Installing Accounting and Marketing

  1. To edit wan1 on Accounting, go to Network > Interfaces.
  2. Set an IP/Network Mask for the interface that is on the same subnet as port 10 on Edge (in the example, 192.168.10.10/255.255.255.0).
  3. Under Administrative Access, select HTTPS and SSH to allow Edge to use this interface to manage the FortiGate.

  4. Edit the lan interface.

  5. Set Addressing mode to Manual and set the IP/Network Mask to a private IP address (in the example, 10.10.10.1/255.255.255.0).

  6. Set Administrative Access to allow FortiTelemetry.
  7. If you require the FortiGate to provide IP addresses using DHCP to devices that connect to this interface, enable DHCP Server.

  8. Under Networked Devices, enable Device Detection.

    Note

    It's a best practice to enable Device Detection on all interfaces classified as LAN or DMZ.

  9. To add a static route, go to Network > Static Routes. Set Gateway to the IP address of port 10 on Edge.

  10. To create a policy to allow users on the Accounting network to access Edge, go to Policy & Objects > IPv4 Policy.
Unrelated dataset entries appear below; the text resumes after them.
def cmd_marginal(args: argparse.Namespace) -> int:
    from rebalance.analysis.marginal import (
        Steps,
        binding_candidates,
        marginal_values,
        most_seconds,
        resolve_count,
    )
    from rebalance.planning import make_plan

    instance = _load(args.instance)
    if instance is None:
        return EXIT_INVALID_INPUT
    options = _analysis_options(instance, args)
    # --time-limit is per solve, and the re-solves run quietly in a pool: the wall time is
    # said up front, as far as it is known before the base plan says which limits bind.
    limit = options.time_limit_seconds
    each = f"each solve stops at --time-limit {_seconds(limit)}"
    if args.max_resolves is None:
        _err(f"marginal: the base plan, then a re-solve of each limit it leaves binding, "
             f"{args.workers} at a time; {each} (how many, and the most time in all, are "
             "said once the base plan is found)")
    else:
        _err(f"marginal: up to {1 + args.max_resolves} solves, the base plan, then at most "
             f"{args.max_resolves} re-solves, {args.workers} at a time; {each}, so at most "
             f"{_seconds(limit + most_seconds(args.max_resolves, options, args.workers))} "
             "in all with the LP estimates, besides building models")
    base = make_plan(instance, _analysis_options(instance, args, progress=True))
    code = _plan_failed(base)
    if code is not None:
        return code
    steps = Steps(budget=args.budget_step)
    candidates = binding_candidates(base, steps)
    resolves = resolve_count(candidates, args.max_resolves)
    if resolves:
        firsts = sum(1 for c in candidates if c.first_vacancy)
        bound = len(candidates) - firsts
        binds = "1 limit binds" if bound == 1 else f"{bound} limits bind"
        if firsts:  # they bind nothing: counted apart
            binds += (f" and {firsts} first funded vacanc{'y' if firsts == 1 else 'ies'} "
                      "could help")
        _err(f"marginal: {binds}; re-solving {resolves}, {min(args.workers, resolves)} at a "
             f"time, each stopped at {_seconds(limit)}: at most "
             f"{_seconds(most_seconds(resolves, options, args.workers))} more with the LP "
             "estimates, besides building models")
    values = marginal_values(base, options, steps, workers=args.workers,
                             max_resolves=args.max_resolves, candidates=candidates)
    if len(values.table):
        from rebalance.report.analysis_charts import step_words

        # The limit in words ("hiring budget 2027"); the CSV keeps its codes beside them.
        shown = values.table[["rank", "limit_in_words", "step", "shortfall_reduction",
                              "cost_change", "estimate_shortfall_reduction", "status"]].rename(
            columns={"limit_in_words": "limit"})
        # A step with its unit, as the page writes it: "10" alone was seats or money.
        shown["step"] = [step_words(None if is_missing(step) else float(step),
                                    "" if is_missing(unit) else str(unit),
                                    instance.money.currency)
                         for step, unit in zip(values.table["step"], values.table["unit"],
                                               strict=True)]
        print(format_frame(shown, instance.money.currency))
        from rebalance.report.analysis_words import marginal_gap_words

        assert base.plan is not None  # _plan_failed returned for a run with none
        within = marginal_gap_words(values.table, base.plan.weighted_shortfall)
        if within:
            print("\n" + textwrap.fill(within, width=98, break_on_hyphens=False))
    else:
        print("no limit binds the plan, so there is nothing to rank; "
              "marginal_values.csv is written with its header only")
    return _write_analysis_plan(args, base, instance, {"marginal_values.csv": values.table},
                                args.instance, "plan, marginal_values.csv and reasons.csv")
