def _to_float(text: np.ndarray, empty: np.ndarray) -> tuple[np.ndarray, np.ndarray]:
    """Cells as numbers, read as ``float`` reads them (numpy's conversion calls it), and
    which of them read; a column with a bad cell is read a cell at a time."""
    value = np.full(len(text), np.nan)
    parsed = ~empty
    try:
        value[parsed] = text[parsed].astype(np.float64)
        return value, parsed
    except ValueError:
        pass
    for i in np.flatnonzero(parsed).tolist():
        try:
            value[i] = float(text[i])
        except ValueError:
            parsed[i] = False
    return value, parsed


def _named(frame: pd.DataFrame) -> pd.DataFrame:
    # Text even when empty, as pandas reads a header-only file.
    return frame.astype({c: str for c in frame.columns if c in NAME_COLUMNS})
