def test_a_misspelt_column_is_an_error_saying_what_its_absence_leaves(tmp_path):
    # A reviewer's check: a misspelt optional column (can_detial) had been a warning, and the
    # plan was made as if the column were not there (everyone detailable).  Which names are
    # close is difflib's ratio (Python's difflib documentation, get_close_matches); what a
    # missing column means is docs/instance-format.md's tables.
    target = _staff_variant(tmp_path, "can_detail,", "can_detial,")
    assert _problems(target) == [
        "staff.csv:1: can_detial: unknown column 'can_detial' (did you mean can_detail?); "
        "without a can_detail column everyone may be detailed (true)"]
    # Beside the column it is close to, nothing is left out: a warning, as is a column of
    # notes close to no column, or one only as close as "notes" is to "moves" (0.6).
    staff = target / "staff.csv"
    staff.write_text("person,home_office,fte,skills,can_detail,can_detial,notes\n"
                     "a1,A,1.0,review:1.0,true,no,new in March\nb1,B,1.0,review:1.0,,,\n")
    budget = target / "budget.csv"
    budget.write_text("year,hiring,notes\n2027,40000,agreed\n")
    assert [w for w in read_instance(target).warnings if "unknown column" in w] == [
        "staff.csv:1: can_detial: unknown column (expected one of: person, home_office, "
        "fte, skills, can_detail, can_relocate, last_period) (did you mean 'can_detail'?)",
        "staff.csv:1: notes: unknown column (expected one of: person, home_office, fte, "
        "skills, can_detail, can_relocate, last_period)",
        "budget.csv:1: notes: unknown column (expected one of: year, hiring, moves) (did you "
        "mean 'moves'?)"]


def test_notes_columns_a_review_found_refused_are_warnings(tmp_path):
    # A review of the misspelt-column rule: columns of notes sharing a known column's first
    # letters (last_updated, hiring_manager, primary), one named like the alternative to fte
    # (hours_basis beside fte) and two notes alike but for case (Note, note) had been
    # refused; each is read by nothing, so each is a warning at most.
    target = _staff_variant(tmp_path, "can_detail,", "can_detail,")
    staff = target / "staff.csv"
    lines = staff.read_text().splitlines()
    staff.write_text("\n".join([lines[0].replace(",last_period", ",last_updated"),
                                *lines[1:]]) + "\n")
    (target / "budget.csv").write_text("year,hiring,moves,hiring_manager,Note,note\n"
                                       "2027,40000,30000,J. Doe,agreed,in March\n")
    demand = target / "demand.csv"
    rows = demand.read_text().splitlines()
    demand.write_text("\n".join([f"{rows[0]},hours_basis,primary",
                                 *(f"{row},timesheets 2026,x" for row in rows[1:])]) + "\n")
    instance = read_instance(target)  # no error: it reads
    said = [w for w in instance.warnings if "unknown column" in w]
    assert [w.split(": ")[1] for w in said] == [
        "last_updated", "hours_basis", "primary", "hiring_manager", "Note", "note"]


def test_an_fte_out_of_range_says_the_range_in_plain_words(tmp_path):
    target = _staff_variant(tmp_path, "a1,A,1.0,", "a1,A,1.5,")
    assert _problems(target) == [
        "staff.csv:2: fte: '1.5' is out of range; expected a number above 0 and at most 1"]


def test_suggestions_ignore_case_and_ranges_read_as_words():
    from rebalance.problems import did_you_mean, range_words

    # Python's documentation of difflib.get_close_matches: "appel" -> ['apple', 'ape'].
    assert did_you_mean("appel", ["ape", "apple", "peach", "puppy"]) == (
        " (did you mean 'apple' or 'ape'?)")
    assert did_you_mean("alder", ["Alder", "Birch"]) == " (did you mean 'Alder'?)"
    assert did_you_mean("Z", ["A", "B"]) == ""
    assert range_words(0, 1, open_maximum=True) == "a number at least 0 and below 1"
    assert range_words(1, 90, integer=True) == "a whole number from 1 to 90"
    assert range_words(0, None, open_minimum=True) == "a number > 0"


def test_weighted_mode_with_free_shortfall_is_a_warning(tmp_path):
    target = tmp_path / "tiny"
    shutil.copytree(DATA / "tiny", target)
    settings = target / "settings.toml"
    settings.write_text(settings.read_text() + '\n[objective]\nmode = "weighted"\n'
                        "shortfall_cost = 0\n")
    assert any(w.startswith("settings.toml: objective.shortfall_cost: is 0, so the weighted "
                            "objective prices money only") for w in read_instance(target).warnings)
    settings.write_text(settings.read_text().replace("shortfall_cost = 0", "shortfall_cost = 1"))
    assert not any("shortfall_cost" in w for w in read_instance(target).warnings)


def test_a_number_in_quotes_is_said_to_be_text(tmp_path):
    # Sweep: hours_per_fte = "450" read "'450' is not valid; expected a number > 0", the
    # quotes unsaid.  TOML 1.0 (toml.io, "String"): anything in quotes is a string.
    target = valid_copy(tmp_path)
    settings = target / "settings.toml"
    text = settings.read_text().replace("hours_per_fte = 480", 'hours_per_fte = "450"')
    settings.write_text(text.replace("max_away_share = 0.5", 'max_away_share = "0.5"'))
    assert _problems(target) == [
        'settings.toml: horizon.hours_per_fte: "450" is text in quotes, not a number (remove '
        'the quotes); expected a number > 0',
        'settings.toml: policy.max_away_share: "0.5" is text in quotes, not a number (remove '
        'the quotes); expected a number from 0 to 1']
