def _under_current_data(instance: Instance, old: Plan) -> Plan:
    """The old plan's decisions as the current data would have them: work only by people
    present then, at their current proficiency and within their current FTE, and every move
    and hire at current prices.  (Its own tables hold the old data's output and prices: a
    person who has since left still covered demand there, which overstated the old plan.)"""
    work = work_on_current_data(instance, old.work)
    details = old.details.copy()
    details["cost"] = [instance.detail_cost_per_period(str(a), str(b))
                       for a, b in zip(details["from_office"], details["to_office"],
                                       strict=True)]
    moves = old.reassignments.copy()
    moves["cost"] = [instance.relocation_cost(str(a), str(b))
                     for a, b in zip(moves["from_office"], moves["to_office"], strict=True)]
    hires = old.hires.copy()
    hires["onboarding_cost"] = [instance.skill(str(k)).onboarding_cost * int(n)
                                for k, n in zip(hires["skill"], hires["count"], strict=True)]
    return replace(old, work=work, details=details, reassignments=moves, hires=hires)


def work_split_changes(instance: Instance, old: Plan, new: Plan, at: int) -> int:
    """How many person-periods from period index ``at`` on work differently in ``new`` than
    in ``old``: some office and skill's FTE differs by more than :data:`SPLIT_TOLERANCE_FTE`
    (a row in one plan only counts against 0).  Such moves carry no disruption cost, so
    ``changes`` does not list them, though they change the plan's figures (a practitioner's
    reading: "0 change(s)" beside a different idle capacity).

    Alike people (the model's pools, :func:`~rebalance.model.group_units`: same home office,
    skills, FTE, eligibility and leaving period) are compared as a group, as compare names
    them alike (:func:`~rebalance.analysis.start_plan.named_like`): the model decides a
    group's work in all and names its members afterwards, so however the members share it,
    a group whose work in all is the same in a period has no change then (a review: 48
    person-periods "worked differently" in a re-plan where alike people had only traded
    work).  Where it differs, the count is the fewest members that difference takes: the
    larger of the FTE it adds and the FTE it takes away, in whole members' FTE (1 for a
    person on their own)."""
    names = instance.period_names
    ix = {name: t for t, name in enumerate(names)}
    groups = [[instance.staff[p] for p in unit] for unit in group_units(instance)]
    members = [([p.person for p in group], max(group[0].fte, 1e-9)) for group in groups]

    def split(plan: Plan) -> dict[tuple[str, int], dict[tuple[str, str], float]]:
        w = plan.work
        out: dict[tuple[str, int], dict[tuple[str, str], float]] = {}
        for person, period, office, skill, fte in zip(
                w["person"].astype(str), w["period"].astype(str), w["office"].astype(str),
                w["skill"].astype(str), w["fte"].astype(float), strict=True):
            t = ix.get(period)
            if t is not None and t >= at:
                work = out.setdefault((person, t), {})
                work[(office, skill)] = work.get((office, skill), 0.0) + fte
        return out

    a, b = split(old), split(new)
    known = {person for people, _ in members for person in people}
    # Someone in a plan but no longer in the data is compared alone.
    members += [([person], math.inf) for person in sorted({p for p, _ in (*a, *b)} - known)]
    moved = 0
    for people, fte in members:
        for t in range(at, len(names)):
            before = _total([a.get((person, t), {}) for person in people])
            after = _total([b.get((person, t), {}) for person in people])
            differs = [after.get(key, 0.0) - before.get(key, 0.0)
                       for key in before.keys() | after.keys()]
            if all(abs(d) <= SPLIT_TOLERANCE_FTE for d in differs):
                continue
            most = max(sum(d for d in differs if d > 0), -sum(d for d in differs if d < 0))
            moved += min(len(people), max(1, math.ceil(most / fte - 1e-9)))
    return moved


def _total(works: list[dict[tuple[str, str], float]]) -> dict[tuple[str, str], float]:
    """A group's work in all, by office and skill."""
    out: dict[tuple[str, str], float] = {}
    for work in works:
        for key, fte in work.items():
            out[key] = out.get(key, 0.0) + fte
    return out


def _summary(instance: Instance, old: Plan, old_now: Plan, new: Plan | None,
             changes: pd.DataFrame, disruption: float, at: int) -> pd.DataFrame:
    """``replan.csv``: ``old_now`` (:func:`_under_current_data` of ``old``) measured against
    ``new``."""
    before = plan_measures(instance, old_now)
    after = plan_measures(instance, new) if new is not None else {}
    rows = [(k, before[k], after.get(k, math.nan), after.get(k, math.nan) - before[k])
            for k in before]
    rows.append(("changes", 0.0, float(len(changes)), float(len(changes))))
    # Not a change (no disruption cost), but the plan's figures move with it: said beside.
    split = float(work_split_changes(instance, old, new, at)) if new is not None else math.nan
    rows.append(("work_split_changes", 0.0, split, split))
    rows.append(("disruption_cost", 0.0, disruption, disruption))
    return pd.DataFrame(rows, columns=list(REPLAN_COLUMNS))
  11. To add Accounting to the Security Fabric, go to Security Fabric > Settings. Enable FortiGate Telemetry, then enter the same Group name and Group password that you set previously on Edge (the Group password option isn’t available isn’t available in FortiOS 6.0.3 and later).

  12. Enable Connect to upstream FortiGate and enter the IP address of port 10 on Edge.

  13. FortiAnalyzer Logging is enabled by default. Settings for the FortiAnalyzer are retrieved when Accounting connects to Edge.

  14. Connect WAN 1 on Accounting to port 10 on Edge.

  15. Connect and configure Marketing, using the same method that you used to configure Accounting. Make sure you complete the following steps:

    • Configure WAN 1 to connect to Edge (IP address: 192.168.200.10/255.255.255.0) and allow HTTPS and SSH access.

    • Configure the LAN interface for the Marketing network (IP address: 10.10.200.2/255.255.255.0).

    1. Create a static route pointing traffic to port 11 on Edge.

    2. Create a policy to allow users on the Marketing network to access Edge.

    3. Add Marketing to the Security Fabric.

  16. If you’re using FortiOS 6.0.3 and later, connect to Edge and go to Security Fabric > Settings. Authorize both Accounting and Marketing to join the Security Fabric.